As Wikipedia states (https://en.wikipedia.org/wiki/Secular_morality):

  • Secular morality is the aspect of philosophy that deals with morality outside of religious traditions. Modern examples include humanism, freethinking, and most versions of consequentialism.

The maybe best-known grounding of secular morality might be the categorical imperative https://en.wikipedia.org/wiki/Categorical_imperative

In modern times it is generally beneficial for societies to have secular morality, to avoid religious wars between all the various denominations and cults pushing for their own morality that was supposedly revealed to their specific prophets.

Societies with strong religious ties to religious morality like Iran, Afghanistan or Saudi Arabia are good examples to discuss the issue of morality and religion.

So given a society that does not have those rules and might even (unanimously) promote things like rape or murder (a good example here might be Nazi Germany)...

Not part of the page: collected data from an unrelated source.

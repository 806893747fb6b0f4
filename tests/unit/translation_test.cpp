// What translations compute: expansions moved by every offset against direct sums and the definition of the coefficients.
#include "fmm/expansion/translation.hpp"

#include <gtest/gtest.h>

#include <algorithm>
#include <limits>

#include "fmm/kernels/dispatch.hpp"
#include "fmm/medium/coulomb/truncation.hpp"
#include "tests/unit/box_cloud.hpp"
#include "tests/unit/cpu_targets.hpp"

namespace farsum {
namespace {

using unit::BoxCloud;
using unit::Vector;

template <class Real>
class Translator {
 public:
  Translator(const kernels::KernelTable& table, int order)
      : kernels_(kernels::expansion_kernels<Real>(table)),
        executor_(1),
        tables(order, executor_),
        order_(order),
        scratch_(ledger_, kernels::expansion_scratch(order + 1)) {}

  std::vector<Real> multipole(const BoxCloud<Real>& cloud) {
    std::vector<Real> row(row_length<Real>(order_), Real(0));
    kernels_.project(cloud.block(), order_, false, tables.recurrence(), row.data(), scratch_.data());
    return row;
  }
  std::vector<Real> translated(const kernels::Translation<Real>& step, const std::vector<Real>& from) {
    std::vector<Real> row(row_length<Real>(step.order), Real(0));
    const Real* in = from.data();
    Real* out = row.data();
    kernels_.translate(step, &in, &out, 1, scratch_.data());
    return row;
  }
  std::vector<Real> values(const std::vector<Real>& local, const BoxCloud<Real>& targets, int order) {
    std::vector<Real> result(targets.block().count);
    const Real* row = local.data();
    Real* to = result.data();
    kernels_.evaluate(targets.block(), order, false, tables.recurrence(), &row, 1, &to);
    return result;
  }

 private:
  const kernels::ExpansionKernels<Real>& kernels_;
  Executor executor_;

 public:
  TranslationTables<Real> tables;

 private:
  int order_;
  MemoryLedger ledger_;
  AlignedArray<Real> scratch_;
};

/// Root of the mean square of the potential error, over the root of the sum of q^2, as octaves.
template <class Real>
double error_octaves(const std::vector<Real>& values, const BoxCloud<Real>& sources, const BoxCloud<Real>& targets,
                     const BoxOffset& o) {
  long double squares = 0, strength = 0;
  for (std::size_t j = 0; j < sources.count; ++j) strength += (long double)(sources.q[j]) * sources.q[j];
  for (std::size_t i = 0; i < targets.count; ++i) {
    long double sum = values[i];
    for (std::size_t j = 0; j < sources.count; ++j) {
      const Vector s = sources.place(j);
      sum -= sources.q[j] / unit::distance({s[0] + o.x, s[1] + o.y, s[2] + o.z}, targets.place(i));
    }
    squares += sum * sum;
  }
  return double(-0.5L * std::log2(squares / (targets.count * strength) + 1e-40L));
}

class Translation : public unit::OnTarget {
 protected:
  /// All far offsets at the highest order: the error is that of the truncation table, or rounding.
  template <class Real>
  void check_far(int order, double rounding_octaves) {
    Translator<Real> translator(table(), order);
    const BoxCloud<Real> sources(24, 5), targets(12, 6);
    const std::vector<Real> multipole = translator.multipole(sources);
    int offsets = 0;
    for (int index = 0; index < kOffsets; ++index) {
      const BoxOffset o = offset_of(index);
      if (!Separation{}.occurs(o)) continue;
      ++offsets;
      const std::vector<Real> local = translator.translated(translator.tables.far(index, order), multipole);
      const double wanted = std::min(rounding_octaves, double(coulomb::truncation_row(o.squared())->potential[order]) - 3);
      ASSERT_GE(error_octaves(translator.values(local, targets, order), sources, targets, o), wanted) << o.x << o.y << o.z;
    }
    EXPECT_EQ(offsets, 316);
  }
};
INSTANTIATE_TEST_SUITE_P(, Translation, testing::ValuesIn(unit::available_targets()), unit::target_word);

TEST_P(Translation, FarReproducesTheDirectSumForAllOffsets) {
  check_far<double>(48, 46);
}

TEST_P(Translation, FarReproducesTheDirectSumInSinglePrecision) {
  check_far<float>(18, 19);
}

TEST_P(Translation, FarOfAMonopoleIsAnIrregularHarmonic) {
  Translator<double> translator(table(), 30);
  std::vector<double> charge(row_length<double>(30), 0.0);
  charge[0] = 1;
  for (int index = 0; index < kOffsets; index += 7) {
    const BoxOffset o = offset_of(index);
    if (!Separation{}.occurs(o)) continue;
    const std::vector<double> local = translator.translated(translator.tables.far(index, 30), charge);
    const std::vector<long double> exact =
        unit::harmonics(30, {(long double)(o.x), (long double)(o.y), (long double)(o.z)}, true);
    for (int n = 0; n <= 30; ++n)
      for (int k = -n; k <= n; ++k) {
        const double size = std::pow(double(o.squared()), -0.5 * (n + 1));
        ASSERT_NEAR(local[term_index(n, k)], double(exact[term_index(n, k)]), 1e-14 * size) << index << ": " << n << ", " << k;
      }
  }
}

/// Largest difference between far(offset, order) and the same degrees of far(offset, highest) for an input of degrees <= order.
double prefix_error(const kernels::KernelTable& table, int order, int highest) {
  Translator<double> translator(table, highest);
  reference::Random random{std::uint64_t(order)};
  std::vector<double> shorter(row_length<double>(order), 0.0), longer(row_length<double>(highest), 0.0);
  for (std::size_t i = 0; i < term_count(order); ++i) shorter[i] = longer[i] = random.uniform(-1, 1);
  double worst = 0;
  for (const BoxOffset& o :
       {BoxOffset{2, 0, 0}, BoxOffset{0, 0, -3}, BoxOffset{1, -2, 1}, BoxOffset{-3, 3, 2}, BoxOffset{0, 2, 0}}) {
    const int index = offset_index(o);
    const std::vector<double> a = translator.translated(translator.tables.far(index, order), shorter),
                              b = translator.translated(translator.tables.far(index, highest), longer);
    double size = 0;
    for (std::size_t i = 0; i < term_count(order); ++i) size = std::max(size, std::abs(b[i]));
    for (std::size_t i = 0; i < term_count(order); ++i) worst = std::max(worst, std::abs(a[i] - b[i]) / size);
  }
  return worst;
}

TEST_P(Translation, ALowerOrderIsAPrefix) {
  for (int order : {0, 1, 2, 3, 4, 6, 10, 17, 23}) EXPECT_LE(prefix_error(table(), order, 24), 1e-14) << order;
}

/// Largest difference between the translated multipole of a child and the multipole of its charges about the parent.
template <class Real>
double upward_error(const kernels::KernelTable& table, int order, int octant, int other = -1) {
  Translator<Real> translator(table, order);
  const BoxCloud<Real> child(10, 3);
  const std::vector<Real> row = translator.translated(translator.tables.child_to_parent(octant), translator.multipole(child));
  if (other >= 0) octant = other;
  std::vector<long double> exact(term_count(order), 0.0L);
  for (std::size_t j = 0; j < child.count; ++j) {
    Vector v = child.place(j);
    for (std::size_t axis = 0; axis < 3; ++axis) v[axis] = v[axis] / 2 + ((octant >> axis) & 1 ? 0.25L : -0.25L);
    const std::vector<long double> h = unit::harmonics(order, v, false);
    for (std::size_t i = 0; i < h.size(); ++i) exact[i] += child.q[j] * h[i];
  }
  long double worst = 0;
  for (int n = 0; n <= order; ++n)
    for (int k = -n; k <= n; ++k)
      worst = std::max(worst, std::abs(row[term_index(n, k)] - exact[term_index(n, k)]) / std::pow(0.75L, (long double)(n)));
  return double(worst);
}

TEST_P(Translation, ChildToParentIsExactForEveryDegree) {
  for (int octant = 0; octant < 8; ++octant) {
    for (int order : {2, 3, 9}) EXPECT_LE(upward_error<double>(table(), order, octant), 1e-14) << octant << ", " << order;
    EXPECT_LE(upward_error<float>(table(), 8, octant), 1e-5) << octant;
  }
  EXPECT_LE(upward_error<double>(table(), 48, 6), 1e-14);
}

TEST_P(Translation, AnotherOctantIsNoticed) {
  EXPECT_GT(upward_error<double>(table(), 4, 6, 5), 1e-2);
}

/// Largest difference between half the parent's local expansion and that of the child at the same places.
template <class Real>
double downward_error(const kernels::KernelTable& table, int order, int octant) {
  Translator<Real> translator(table, order);
  reference::Random random(17);
  std::vector<Real> parent(row_length<Real>(order), Real(0));
  for (std::size_t i = 0; i < term_count(order); ++i) parent[i] = Real(random.uniform(-1, 1));
  const std::vector<Real> child = translator.translated(translator.tables.parent_to_child(octant), parent);
  const BoxCloud<Real> places(9, 4);
  long double worst = 0;
  for (std::size_t i = 0; i < places.count; ++i) {
    Vector v = places.place(i);
    const long double at_child = unit::expansion_at(child, order, v, false);
    for (std::size_t axis = 0; axis < 3; ++axis) v[axis] = v[axis] / 2 + ((octant >> axis) & 1 ? 0.25L : -0.25L);
    long double size = 0;
    for (long double h : unit::harmonics(order, v, false)) size += std::abs(h);
    worst = std::max(worst, std::abs(at_child - unit::expansion_at(parent, order, v, false) / 2) / size);
  }
  return double(worst);
}

TEST_P(Translation, ParentToChildIsExactForEveryDegree) {
  for (int octant = 0; octant < 8; ++octant) {
    for (int order : {2, 3, 9}) EXPECT_LE(downward_error<double>(table(), order, octant), 1e-14) << octant << ", " << order;
    EXPECT_LE(downward_error<float>(table(), 8, octant), 1e-5) << octant;
  }
  EXPECT_LE(downward_error<double>(table(), 48, 1), 1e-13);
}

TEST(BoxOffset, IndexAndOffsetAreInverse) {
  int far = 0;
  for (int index = 0; index < kOffsets; ++index) {
    EXPECT_EQ(offset_index(offset_of(index)), index);
    far += Separation{}.occurs(offset_of(index));
  }
  EXPECT_EQ(far, 316);
}

TEST(BoxOffset, WideSeparationHasTheOffsetsOfTheNearestPairsChildrenInstead) {
  constexpr Separation kWide{4};
  EXPECT_TRUE(kWide.near({2, 0, 0}));
  EXPECT_FALSE(kWide.occurs({0, -2, 0}));
  EXPECT_TRUE(kWide.occurs({5, 1, -1}));
  EXPECT_FALSE(kWide.occurs({5, 2, 0}));
  EXPECT_FALSE(Separation{}.occurs({4, 0, 0}));
}

TEST(TranslationTables, AreTheSameFromAnyNumberOfThreads) {
  Executor one(1), many(4);
  const TranslationTables<double> a(9, one), b(9, many);
  EXPECT_EQ(a.bytes(), b.bytes());
  for (int index = 0; index < kOffsets; index += 11) {
    if (!Separation{}.occurs(offset_of(index))) continue;
    const kernels::Translation<double> x = a.far(index, 9), y = b.far(index, 9);
    for (int i = 0; i < 300; ++i) ASSERT_EQ(x.turn[i], y.turn[i]);
  }
}

}  // namespace
}  // namespace farsum
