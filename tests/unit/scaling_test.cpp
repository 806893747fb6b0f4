#include "fmm/domain/scaling.hpp"

#include <gtest/gtest.h>

#include <cmath>
#include <limits>
#include <string>
#include <vector>

#include "fmm/error.hpp"
#include "tests/reference/random.hpp"

namespace farsum {
namespace {

constexpr double kInfinity = std::numeric_limits<double>::infinity();
constexpr double kNaN = std::numeric_limits<double>::quiet_NaN();

TEST(PowerOfTwo, MultipliesExactly) {
  reference::Random random(1);
  for (int exponent : {-1500, -1023, -600, -53, -1, 0, 1, 52, 600, 1023, 1500}) {
    const PowerOfTwo scale(exponent);
    for (int i = 0; i < 100; ++i) {
      const double value = std::ldexp(random.uniform(-1, 1), -exponent);
      if (std::abs(value) < 1e-290 || !std::isfinite(value)) continue;
      EXPECT_EQ(scale(value), std::ldexp(value, exponent)) << exponent;
    }
  }
}

TEST(PowerOfTwo, ReachesBeyondTheRangeOfOneFactor) {
  EXPECT_EQ(PowerOfTwo(2000)(0x1.8p-1000), 0x1.8p1000);
  EXPECT_EQ(PowerOfTwo(-2000)(0x1.8p1000), 0x1.8p-1000);
  EXPECT_EQ(PowerOfTwo(-1201)(0x1.4p701), 0x1.4p-500);
}

TEST(PowerOfTwo, KeepsZeroAndSigns) {
  EXPECT_EQ(PowerOfTwo(900)(0.0), 0.0);
  EXPECT_EQ(PowerOfTwo(3)(-1.25), -10.0);
}

TEST(PowerOfTwo, OverflowIsInfinityNotGarbage) {
  EXPECT_EQ(PowerOfTwo(1024)(1.0), kInfinity);
}

TEST(BinaryExponent, BracketsTheValue) {
  EXPECT_EQ(binary_exponent(1.0), 1);
  EXPECT_EQ(binary_exponent(0.75), 0);
  EXPECT_EQ(binary_exponent(0x1p-1074), -1073);
  EXPECT_EQ(binary_exponent(std::numeric_limits<double>::max()), 1024);
  EXPECT_EQ(binary_exponent(0.0), 0);
}

TEST(Bounds, JoinIgnoresEmptyOnes) {
  Bounds box;
  box.join(Bounds{});
  EXPECT_TRUE(box.empty);
  EXPECT_EQ(box.extent(), 0.0);
  box.join(Bounds{{1, 2, 3}, {4, 2, 3}, false});
  box.join(Bounds{});
  EXPECT_EQ(box.extent(), 3.0);
  EXPECT_EQ(box.low[0], 1.0);
}

TEST(CheckedBounds, EqualsTheExtremesOverManyPieces) {
  Executor executor(2);
  reference::Random random(2);
  std::vector<double> xyz(3 * 100000);
  for (double& value : xyz) value = random.normal();
  xyz[3 * 77777 + 1] = -50;
  xyz[3 * 99999 + 2] = 60;
  const Bounds box = checked_bounds({&xyz[0], &xyz[1], &xyz[2], 100000, 3}, "position", executor);
  EXPECT_EQ(box.low[1], -50.0);
  EXPECT_EQ(box.high[2], 60.0);
  EXPECT_LT(box.high[0], 10.0);
  EXPECT_FALSE(box.empty);
}

TEST(CheckedBounds, OfNoPointsAreEmpty) {
  Executor executor(1);
  EXPECT_TRUE(checked_bounds({}, "position", executor).empty);
}

/// Message of the error that a bad coordinate causes; empty if none was thrown.
std::string refusal(std::size_t index, std::size_t axis, double value, std::size_t second_bad = 99999) {
  Executor executor(2);
  std::vector<double> xyz(3 * 100000, 0.5);
  xyz[3 * index + axis] = value;
  xyz[3 * second_bad] = kNaN;
  try {
    checked_bounds({&xyz[0], &xyz[1], &xyz[2], 100000, 3}, "target", executor);
  } catch (const Error& error) {
    EXPECT_EQ(error.code(), ErrorCode::not_finite);
    return error.what();
  }
  return {};
}

TEST(CheckedBounds, NameTheFirstBadIndexAndComponent) {
  EXPECT_NE(refusal(40000, 1, kNaN).find("target 40000 has y = NaN"), std::string::npos);
  EXPECT_NE(refusal(0, 2, -kInfinity).find("target 0 has z = -infinity"), std::string::npos);
  EXPECT_NE(refusal(70000, 0, kInfinity).find("target 70000 has x = +infinity"), std::string::npos);
}

TEST(CheckedBounds, TheLaterAxisMayHoldTheEarlierIndex) {
  EXPECT_NE(refusal(31, 2, kNaN, 32).find("target 31 has z = NaN"), std::string::npos);
}

TEST(CheckedBounds, HugeFiniteCoordinatesPass) {
  Executor executor(1);
  const std::vector<double> x{-1e308, 1e308};
  EXPECT_EQ(checked_bounds({x.data(), x.data(), x.data(), 2, 1}, "position", executor).high[0], 1e308);
}

TEST(ChargeSums, FollowTheStride) {
  Executor executor(1);
  const std::vector<double> rows{1, 9, -3, 9, 2, 9};
  const ChargeSums sums = checked_charge_sums({rows.data(), 3, 2}, executor);
  EXPECT_EQ(sums.max_abs, 3.0);
  EXPECT_EQ(sums.sum, 0.0);
  EXPECT_DOUBLE_EQ(sums.sum_squares, 14.0 / 9);
}

TEST(ChargeSums, SquaresOfTinyAndHugeChargesNeitherVanishNorOverflow) {
  Executor executor(1);
  for (double unit : {1e-300, 1e300}) {
    const std::vector<double> q{unit, -unit, unit / 2};
    EXPECT_DOUBLE_EQ(checked_charge_sums({q.data(), 3, 1}, executor).sum_squares, 2.25) << unit;
  }
}

TEST(ChargeSums, NameTheFirstBadIndex) {
  Executor executor(2);
  std::vector<double> q(100000, 1.0);
  q[65000] = kNaN;
  q[90000] = kInfinity;
  try {
    checked_charge_sums({q.data(), q.size(), 1}, executor);
    FAIL();
  } catch (const Error& error) {
    EXPECT_EQ(error.code(), ErrorCode::not_finite);
    EXPECT_NE(std::string(error.what()).find("charge 65000 has value = NaN"), std::string::npos) << error.what();
  }
}

TEST(ChargeSums, AllZeroIsLegal) {
  Executor executor(1);
  const std::vector<double> q(5, 0.0);
  EXPECT_EQ(checked_charge_sums({q.data(), 5, 1}, executor).sum_squares, 0.0);
}

}  // namespace
}  // namespace farsum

Your history knowledge might need a refresher. Nazi Germany was about 90% Christian: https://en.wikipedia.org/wiki/Religion_in_Nazi_Germany

The atrocities committed by Nazi Germany were at the same time against prevailing morality and also against written law (albeit without a court available that would serve justice).

While the regime committed mass murder, and probably also rape (though less due to the pure blood ideology), it is also obvious that among non-Jewish Germans, murder and rape remained both immoral and illegal.

Also the key Nazi ideologies of Social Darwinism, Racism and of following authority in matters of morality are quite compatible with the abrahamic religions.

How do those argumentations reason that harming others is immoral?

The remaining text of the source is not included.